- WHAT YOU NEED TO DO
For each record that follows, write out an identical copy.

- DATA SUPPLIED

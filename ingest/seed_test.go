package ingest_test

import (
	"flag"
	"math/rand/v2"
	"testing"
)

// seedFlag fixes the randomised tests; every such test logs the seed it used
// so a failure can be replayed with -seed.
var seedFlag = flag.Uint64("seed", 20260301, "seed for randomised tests")

func newRand(t testing.TB) *rand.Rand {
	t.Helper()
	t.Logf("seed %d (replay with -seed=%d)", *seedFlag, *seedFlag)
	return rand.New(rand.NewPCG(*seedFlag, 0x6472696674))
}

- ANSWER SPACE
filename ingest/seed_test.go
package ingest_test

import (
	"flag"
	"math/rand/v2"
	"testing"
)

// seedFlag fixes the randomised tests; every such test logs the seed it used
// so a failure can be replayed with -seed.
var seedFlag = flag.Uint64("seed", 20260301, "seed for randomised tests")

func newRand(t testing.TB) *rand.Rand {
	t.Helper()
	t.Logf("seed %d (replay with -seed=%d)", *seedFlag, *seedFlag)
	return rand.New(rand.NewPCG(*seedFlag, 0x6472696674))
}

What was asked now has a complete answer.